Material shown:
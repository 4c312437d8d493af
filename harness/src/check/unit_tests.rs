//! Tests of the regression gate on synthetic results drawn from known normal distributions.

use std::path::{Path, PathBuf};

use approx::assert_relative_eq;
use rand::SeedableRng;
use rand_chacha::ChaCha8Rng;
use rand_distr::{Distribution, Normal as RNormal};
use serde_json::{Map, Value, json};
use statrs::distribution::{ContinuousCDF, DiscreteCDF, FisherSnedecor, Hypergeometric, StudentsT};

use super::stat::{self, Summary};
use super::*;
use crate::results::{Header, Results, RunRecord, SCHEMA, StudyInfo, TargetInfo, read_results};
use crate::sampler::{RunOutput, RunStatus};

const DIM: usize = 4;
const REPS: u64 = 30;
/// Per-replicate sd of the mean estimate of coordinate j.
fn coord_sd(j: usize) -> f64 {
    0.1 * (j + 1) as f64
}
const LOGZ_SD: f64 = 0.3;
/// A bias of log Z-hat shared by every file (log Z-hat is biased low): 0.5 / (0.3 / sqrt 30) =
/// 9 standard errors, so the one-sample test alone would flag it in every rerun and the
/// baseline guard is exercised.
const LOGZ_BIAS: f64 = -0.5;

fn header(replicates: u64, seed: u64) -> Header {
    let targets = (0..3)
        .map(|t| TargetInfo {
            label: format!("gauss{t}"),
            family: "gaussian".into(),
            dim: DIM,
            log_z: Some(-1.5 * t as f64),
            mean: Some((0..DIM).map(|j| j as f64 - 1.0 + t as f64).collect()),
            covariance: None,
            params: Map::new(),
            reference_run: None,
        })
        .collect();
    Header {
        schema: SCHEMA.into(),
        study: StudyInfo {
            name: "synthetic".into(),
            replicates,
            seed,
            timeout_s: None,
            sampler: Map::new(),
            grid: vec![
                ("particles".into(), vec![json!(100), json!(200)]),
                ("move".into(), vec![json!("walk"), json!("mh")]),
            ],
            reference: None,
        },
        targets,
    }
}

/// The 12 cells: (target index, settings).
fn cells() -> Vec<(usize, Map<String, Value>)> {
    let mut v = Vec::new();
    for t in 0..3 {
        for p in [100, 200] {
            for m in ["walk", "mh"] {
                let mut s = Map::new();
                s.insert("particles".into(), json!(p));
                s.insert("move".into(), json!(m));
                v.push((t, s));
            }
        }
    }
    v
}

/// A change applied to one cell's runs: (cell index, replicate, output, rng).
type Tweak<'a> = &'a dyn Fn(usize, u64, &mut RunOutput, &mut ChaCha8Rng);

/// Synthetic results: every estimate drawn around the truth from a known normal law.
fn synth(seed: u64, tweak: Tweak) -> Results {
    let h = header(REPS, seed);
    let mut rng = ChaCha8Rng::seed_from_u64(seed);
    let mut runs = Vec::new();
    let std = RNormal::new(0.0, 1.0).unwrap();
    for (ci, (t, settings)) in cells().into_iter().enumerate() {
        let info = &h.targets[t];
        let truth = info.mean.clone().unwrap();
        for r in 0..REPS {
            let mean: Vec<f64> = (0..DIM)
                .map(|j| truth[j] + coord_sd(j) * std.sample(&mut rng))
                .collect();
            let log_evidence = info.log_z.unwrap() + LOGZ_BIAS + LOGZ_SD * std.sample(&mut rng);
            let mut output = RunOutput {
                status: RunStatus::Ok,
                error: None,
                mean: Some(mean),
                covariance: None,
                log_evidence: Some(log_evidence),
                kish_ess: Some(500.0 + 20.0 * std.sample(&mut rng)),
                resamples: 3,
                evaluations: 1000,
                seconds: 0.1 * (1.0 + 0.05 * std.sample(&mut rng)).abs(),
                trace: Vec::new(),
            };
            tweak(ci, r, &mut output, &mut rng);
            runs.push(RunRecord {
                target: info.label.clone(),
                settings: settings.clone(),
                replicate: r,
                seed: r,
                output,
            });
        }
    }
    Results {
        path: PathBuf::from(format!("synthetic-{seed}.jsonl")),
        header: h,
        runs,
        torn_tail: false,
    }
}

What needs to be done: Wherever "estimate" appears in the listing, report the line it is on.

Solution to the problem:
/// Per-replicate sd of the mean estimate of coordinate j.
/// Synthetic results: every estimate drawn around the truth from a known normal law.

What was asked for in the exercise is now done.